--- WHAT THE TASK REQUIRES ---
When you reach the line with "model, in words." in the data below, begin printing lines exactly, and stop once the line with "if cr.Product.MolarMass == 0" has been printed.

DATA FOR THE TASK below:

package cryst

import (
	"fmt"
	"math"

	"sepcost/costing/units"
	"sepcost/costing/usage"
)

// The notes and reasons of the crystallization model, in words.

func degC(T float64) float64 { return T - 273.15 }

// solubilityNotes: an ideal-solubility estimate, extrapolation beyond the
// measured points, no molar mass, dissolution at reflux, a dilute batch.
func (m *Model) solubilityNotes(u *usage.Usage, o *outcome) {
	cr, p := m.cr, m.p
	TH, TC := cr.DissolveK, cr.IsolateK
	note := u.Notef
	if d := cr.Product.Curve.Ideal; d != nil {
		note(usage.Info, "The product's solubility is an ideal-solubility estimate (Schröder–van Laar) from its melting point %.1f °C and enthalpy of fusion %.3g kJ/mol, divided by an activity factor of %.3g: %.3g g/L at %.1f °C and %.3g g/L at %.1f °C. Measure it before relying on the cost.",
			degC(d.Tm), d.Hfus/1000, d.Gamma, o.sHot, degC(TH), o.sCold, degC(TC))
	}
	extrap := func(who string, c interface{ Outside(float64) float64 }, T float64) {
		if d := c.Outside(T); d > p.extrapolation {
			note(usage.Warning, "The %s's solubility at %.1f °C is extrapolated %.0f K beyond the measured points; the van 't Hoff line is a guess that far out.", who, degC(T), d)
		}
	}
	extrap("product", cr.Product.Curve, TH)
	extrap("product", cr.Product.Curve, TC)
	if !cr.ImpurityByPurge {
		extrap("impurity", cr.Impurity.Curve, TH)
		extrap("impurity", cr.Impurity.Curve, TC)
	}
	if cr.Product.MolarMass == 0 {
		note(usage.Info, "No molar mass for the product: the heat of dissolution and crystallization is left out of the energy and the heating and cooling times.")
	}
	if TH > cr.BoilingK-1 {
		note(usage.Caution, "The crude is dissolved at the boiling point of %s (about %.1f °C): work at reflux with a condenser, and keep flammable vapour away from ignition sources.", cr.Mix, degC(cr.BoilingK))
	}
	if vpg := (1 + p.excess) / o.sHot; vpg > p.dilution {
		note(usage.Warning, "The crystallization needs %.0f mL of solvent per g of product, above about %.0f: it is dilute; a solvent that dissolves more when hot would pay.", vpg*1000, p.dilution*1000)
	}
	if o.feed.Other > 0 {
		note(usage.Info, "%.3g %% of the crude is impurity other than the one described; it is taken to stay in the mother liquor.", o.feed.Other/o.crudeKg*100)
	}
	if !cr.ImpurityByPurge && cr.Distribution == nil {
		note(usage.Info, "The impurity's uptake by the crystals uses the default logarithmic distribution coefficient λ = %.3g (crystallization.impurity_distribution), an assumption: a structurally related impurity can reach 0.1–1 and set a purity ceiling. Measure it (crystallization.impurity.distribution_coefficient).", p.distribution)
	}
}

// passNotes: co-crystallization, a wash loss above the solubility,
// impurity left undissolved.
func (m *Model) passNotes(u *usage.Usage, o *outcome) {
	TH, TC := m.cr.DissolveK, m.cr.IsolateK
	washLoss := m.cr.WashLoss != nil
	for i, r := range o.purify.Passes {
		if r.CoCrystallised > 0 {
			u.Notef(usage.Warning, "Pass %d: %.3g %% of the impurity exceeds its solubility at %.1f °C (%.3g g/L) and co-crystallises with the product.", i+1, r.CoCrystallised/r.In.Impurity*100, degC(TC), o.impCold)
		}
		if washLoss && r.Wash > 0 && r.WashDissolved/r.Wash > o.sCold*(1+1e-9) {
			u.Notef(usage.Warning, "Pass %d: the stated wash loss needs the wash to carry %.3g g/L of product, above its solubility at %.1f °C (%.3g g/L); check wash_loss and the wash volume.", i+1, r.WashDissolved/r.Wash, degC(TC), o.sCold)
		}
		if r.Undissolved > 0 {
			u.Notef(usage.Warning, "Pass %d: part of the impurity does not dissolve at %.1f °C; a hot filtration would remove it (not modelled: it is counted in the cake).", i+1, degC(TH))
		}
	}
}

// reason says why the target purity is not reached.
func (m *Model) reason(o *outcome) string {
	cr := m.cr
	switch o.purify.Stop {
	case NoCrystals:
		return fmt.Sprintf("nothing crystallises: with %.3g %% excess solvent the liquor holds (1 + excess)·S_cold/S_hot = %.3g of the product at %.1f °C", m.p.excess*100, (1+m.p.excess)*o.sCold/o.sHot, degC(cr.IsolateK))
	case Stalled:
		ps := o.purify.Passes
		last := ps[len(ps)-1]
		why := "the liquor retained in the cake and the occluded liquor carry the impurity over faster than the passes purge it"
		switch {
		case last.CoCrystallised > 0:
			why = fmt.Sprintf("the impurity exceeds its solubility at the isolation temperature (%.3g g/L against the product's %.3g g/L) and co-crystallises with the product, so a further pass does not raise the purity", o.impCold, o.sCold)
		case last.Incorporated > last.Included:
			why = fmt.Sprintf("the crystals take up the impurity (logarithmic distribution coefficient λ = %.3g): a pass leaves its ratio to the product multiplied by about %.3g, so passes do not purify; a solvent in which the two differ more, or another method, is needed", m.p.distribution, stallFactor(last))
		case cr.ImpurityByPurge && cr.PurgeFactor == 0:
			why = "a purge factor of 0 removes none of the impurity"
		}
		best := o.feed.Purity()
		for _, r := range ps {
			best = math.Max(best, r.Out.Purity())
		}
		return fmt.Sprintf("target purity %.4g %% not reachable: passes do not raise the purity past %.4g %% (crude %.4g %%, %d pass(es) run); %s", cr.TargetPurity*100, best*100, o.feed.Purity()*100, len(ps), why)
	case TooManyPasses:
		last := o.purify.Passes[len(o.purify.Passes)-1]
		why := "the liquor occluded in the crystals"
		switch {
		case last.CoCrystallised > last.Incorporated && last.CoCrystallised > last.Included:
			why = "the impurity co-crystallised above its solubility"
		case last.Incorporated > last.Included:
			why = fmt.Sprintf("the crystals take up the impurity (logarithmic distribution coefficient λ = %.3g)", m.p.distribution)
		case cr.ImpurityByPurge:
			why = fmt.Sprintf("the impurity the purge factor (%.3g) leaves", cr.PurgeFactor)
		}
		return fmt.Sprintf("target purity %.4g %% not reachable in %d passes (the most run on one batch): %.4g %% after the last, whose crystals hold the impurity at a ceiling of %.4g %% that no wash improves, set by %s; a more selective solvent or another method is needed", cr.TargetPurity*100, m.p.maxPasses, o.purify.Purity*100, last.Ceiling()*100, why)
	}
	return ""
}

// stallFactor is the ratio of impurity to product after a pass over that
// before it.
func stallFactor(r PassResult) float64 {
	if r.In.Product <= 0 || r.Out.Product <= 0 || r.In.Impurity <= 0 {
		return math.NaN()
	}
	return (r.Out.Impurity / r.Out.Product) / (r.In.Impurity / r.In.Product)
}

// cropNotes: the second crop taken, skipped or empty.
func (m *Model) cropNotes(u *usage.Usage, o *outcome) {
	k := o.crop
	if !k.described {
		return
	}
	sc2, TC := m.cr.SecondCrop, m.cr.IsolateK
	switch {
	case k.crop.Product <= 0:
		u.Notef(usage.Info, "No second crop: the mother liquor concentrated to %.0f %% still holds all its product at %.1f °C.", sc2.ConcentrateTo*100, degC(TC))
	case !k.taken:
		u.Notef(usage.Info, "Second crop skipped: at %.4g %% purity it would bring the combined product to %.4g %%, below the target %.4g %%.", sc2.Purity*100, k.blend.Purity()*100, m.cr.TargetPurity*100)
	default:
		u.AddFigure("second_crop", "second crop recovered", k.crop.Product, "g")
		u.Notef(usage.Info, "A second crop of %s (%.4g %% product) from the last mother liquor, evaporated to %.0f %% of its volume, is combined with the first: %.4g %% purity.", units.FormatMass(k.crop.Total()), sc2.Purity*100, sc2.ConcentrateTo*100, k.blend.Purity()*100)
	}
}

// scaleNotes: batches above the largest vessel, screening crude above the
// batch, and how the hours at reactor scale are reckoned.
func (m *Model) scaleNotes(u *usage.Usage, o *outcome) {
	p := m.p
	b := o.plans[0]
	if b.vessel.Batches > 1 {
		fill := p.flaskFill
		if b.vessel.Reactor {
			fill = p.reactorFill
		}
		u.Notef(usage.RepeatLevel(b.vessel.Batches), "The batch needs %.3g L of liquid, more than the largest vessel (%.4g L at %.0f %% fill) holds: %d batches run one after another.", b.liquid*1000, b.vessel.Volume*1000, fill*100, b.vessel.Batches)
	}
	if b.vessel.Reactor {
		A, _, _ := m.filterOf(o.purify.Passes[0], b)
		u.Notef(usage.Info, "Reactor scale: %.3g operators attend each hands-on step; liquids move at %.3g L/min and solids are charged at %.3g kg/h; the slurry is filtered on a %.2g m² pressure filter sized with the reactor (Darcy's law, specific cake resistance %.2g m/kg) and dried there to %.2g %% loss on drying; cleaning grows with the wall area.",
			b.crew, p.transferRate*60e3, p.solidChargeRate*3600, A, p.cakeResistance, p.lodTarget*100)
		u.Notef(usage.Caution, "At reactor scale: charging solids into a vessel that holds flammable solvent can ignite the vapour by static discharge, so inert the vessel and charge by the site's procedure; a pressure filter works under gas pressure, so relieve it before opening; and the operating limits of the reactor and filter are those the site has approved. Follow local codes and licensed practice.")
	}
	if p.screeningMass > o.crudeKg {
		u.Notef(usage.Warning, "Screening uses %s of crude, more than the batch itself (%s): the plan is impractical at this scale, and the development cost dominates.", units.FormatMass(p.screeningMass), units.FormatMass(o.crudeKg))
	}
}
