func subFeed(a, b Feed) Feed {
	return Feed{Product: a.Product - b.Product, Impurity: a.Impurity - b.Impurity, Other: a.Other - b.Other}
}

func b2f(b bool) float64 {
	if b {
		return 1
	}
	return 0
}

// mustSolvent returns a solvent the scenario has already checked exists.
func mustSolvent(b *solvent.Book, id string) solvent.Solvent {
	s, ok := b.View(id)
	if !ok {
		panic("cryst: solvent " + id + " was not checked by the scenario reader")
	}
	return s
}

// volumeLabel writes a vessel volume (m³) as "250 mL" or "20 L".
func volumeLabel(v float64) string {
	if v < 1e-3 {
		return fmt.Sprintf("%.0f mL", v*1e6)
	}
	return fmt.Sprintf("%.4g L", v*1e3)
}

End of DATA FOR THE TASK.
DATA FOR THE TASK below:

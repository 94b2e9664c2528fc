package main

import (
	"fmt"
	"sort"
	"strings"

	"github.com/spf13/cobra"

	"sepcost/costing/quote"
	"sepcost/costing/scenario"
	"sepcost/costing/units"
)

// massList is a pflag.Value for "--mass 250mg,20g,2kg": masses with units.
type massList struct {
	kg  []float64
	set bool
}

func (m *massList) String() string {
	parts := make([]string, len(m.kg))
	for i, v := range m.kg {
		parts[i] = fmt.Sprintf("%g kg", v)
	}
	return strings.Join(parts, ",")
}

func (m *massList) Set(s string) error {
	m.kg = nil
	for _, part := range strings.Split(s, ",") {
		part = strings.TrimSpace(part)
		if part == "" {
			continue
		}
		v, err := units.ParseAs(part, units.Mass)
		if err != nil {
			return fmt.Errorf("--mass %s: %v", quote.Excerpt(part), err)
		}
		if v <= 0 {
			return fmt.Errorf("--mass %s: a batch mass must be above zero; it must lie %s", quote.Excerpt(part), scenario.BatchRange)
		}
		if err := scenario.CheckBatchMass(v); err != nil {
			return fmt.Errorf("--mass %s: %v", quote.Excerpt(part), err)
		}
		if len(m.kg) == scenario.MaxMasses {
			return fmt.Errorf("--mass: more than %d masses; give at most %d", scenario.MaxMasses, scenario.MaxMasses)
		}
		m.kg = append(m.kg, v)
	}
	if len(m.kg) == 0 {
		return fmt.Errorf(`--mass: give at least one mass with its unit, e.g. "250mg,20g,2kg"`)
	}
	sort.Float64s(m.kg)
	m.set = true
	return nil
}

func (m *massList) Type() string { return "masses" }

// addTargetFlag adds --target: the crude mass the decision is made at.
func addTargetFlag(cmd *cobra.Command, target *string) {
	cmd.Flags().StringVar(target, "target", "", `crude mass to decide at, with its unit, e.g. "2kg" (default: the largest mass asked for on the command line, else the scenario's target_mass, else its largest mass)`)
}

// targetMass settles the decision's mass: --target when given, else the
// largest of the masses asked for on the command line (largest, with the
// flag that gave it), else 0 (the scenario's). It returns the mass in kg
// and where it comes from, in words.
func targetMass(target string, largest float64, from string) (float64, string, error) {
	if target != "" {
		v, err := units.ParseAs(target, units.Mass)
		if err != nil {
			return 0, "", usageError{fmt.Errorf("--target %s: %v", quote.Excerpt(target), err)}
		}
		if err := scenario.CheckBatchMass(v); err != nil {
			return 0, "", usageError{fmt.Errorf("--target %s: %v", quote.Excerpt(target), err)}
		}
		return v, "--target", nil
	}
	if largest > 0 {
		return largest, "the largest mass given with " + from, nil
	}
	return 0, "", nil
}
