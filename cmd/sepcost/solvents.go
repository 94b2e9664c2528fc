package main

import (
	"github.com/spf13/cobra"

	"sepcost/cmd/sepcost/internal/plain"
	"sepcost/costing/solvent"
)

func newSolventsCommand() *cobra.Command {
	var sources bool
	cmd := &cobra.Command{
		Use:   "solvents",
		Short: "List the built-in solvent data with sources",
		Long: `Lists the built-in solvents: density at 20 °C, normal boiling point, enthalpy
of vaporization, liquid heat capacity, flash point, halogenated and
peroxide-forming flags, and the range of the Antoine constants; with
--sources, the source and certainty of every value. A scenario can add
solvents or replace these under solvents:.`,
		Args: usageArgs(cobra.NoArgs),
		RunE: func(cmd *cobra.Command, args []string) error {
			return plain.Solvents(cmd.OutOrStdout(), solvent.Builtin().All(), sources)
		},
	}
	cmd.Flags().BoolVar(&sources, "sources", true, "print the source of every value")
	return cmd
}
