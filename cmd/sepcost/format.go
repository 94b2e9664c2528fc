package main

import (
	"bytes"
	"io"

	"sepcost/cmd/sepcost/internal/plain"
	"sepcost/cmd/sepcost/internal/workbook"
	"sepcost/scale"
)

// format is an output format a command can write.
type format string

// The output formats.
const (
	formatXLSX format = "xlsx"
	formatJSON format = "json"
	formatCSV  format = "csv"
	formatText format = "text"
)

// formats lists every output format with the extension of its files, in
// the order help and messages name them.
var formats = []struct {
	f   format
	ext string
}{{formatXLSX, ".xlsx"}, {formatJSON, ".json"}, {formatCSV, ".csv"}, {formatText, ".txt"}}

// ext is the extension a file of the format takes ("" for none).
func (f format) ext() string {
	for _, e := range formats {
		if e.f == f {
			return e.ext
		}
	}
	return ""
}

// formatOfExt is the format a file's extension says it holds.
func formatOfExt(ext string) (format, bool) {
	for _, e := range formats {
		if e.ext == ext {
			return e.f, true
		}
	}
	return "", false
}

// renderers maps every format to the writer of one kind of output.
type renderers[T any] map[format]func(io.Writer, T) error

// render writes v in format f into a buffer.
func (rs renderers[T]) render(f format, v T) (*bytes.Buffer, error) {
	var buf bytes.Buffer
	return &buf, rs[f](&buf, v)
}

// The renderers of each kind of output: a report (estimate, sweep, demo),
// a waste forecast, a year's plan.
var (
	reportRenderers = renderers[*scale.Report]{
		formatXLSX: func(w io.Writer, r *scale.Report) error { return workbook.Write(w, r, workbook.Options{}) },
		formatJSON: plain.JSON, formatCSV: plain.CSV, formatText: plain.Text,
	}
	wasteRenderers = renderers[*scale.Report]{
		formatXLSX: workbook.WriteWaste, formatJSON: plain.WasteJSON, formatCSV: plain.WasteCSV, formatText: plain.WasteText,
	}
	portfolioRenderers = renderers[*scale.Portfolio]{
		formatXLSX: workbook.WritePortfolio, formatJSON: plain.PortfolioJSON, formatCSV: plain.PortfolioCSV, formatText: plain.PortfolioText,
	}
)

End of DATA FOR THE TASK.

--- TASK SOLUTION ---
// The notes and reasons of the crystallization model, in words.

func degC(T float64) float64 { return T - 273.15 }

// solubilityNotes: an ideal-solubility estimate, extrapolation beyond the
// measured points, no molar mass, dissolution at reflux, a dilute batch.
func (m *Model) solubilityNotes(u *usage.Usage, o *outcome) {
	cr, p := m.cr, m.p
	TH, TC := cr.DissolveK, cr.IsolateK
	note := u.Notef
	if d := cr.Product.Curve.Ideal; d != nil {
		note(usage.Info, "The product's solubility is an ideal-solubility estimate (Schröder–van Laar) from its melting point %.1f °C and enthalpy of fusion %.3g kJ/mol, divided by an activity factor of %.3g: %.3g g/L at %.1f °C and %.3g g/L at %.1f °C. Measure it before relying on the cost.",
			degC(d.Tm), d.Hfus/1000, d.Gamma, o.sHot, degC(TH), o.sCold, degC(TC))
	}
	extrap := func(who string, c interface{ Outside(float64) float64 }, T float64) {
		if d := c.Outside(T); d > p.extrapolation {
			note(usage.Warning, "The %s's solubility at %.1f °C is extrapolated %.0f K beyond the measured points; the van 't Hoff line is a guess that far out.", who, degC(T), d)
		}
	}
	extrap("product", cr.Product.Curve, TH)
	extrap("product", cr.Product.Curve, TC)
	if !cr.ImpurityByPurge {
		extrap("impurity", cr.Impurity.Curve, TH)
		extrap("impurity", cr.Impurity.Curve, TC)
	}
	if cr.Product.MolarMass == 0 {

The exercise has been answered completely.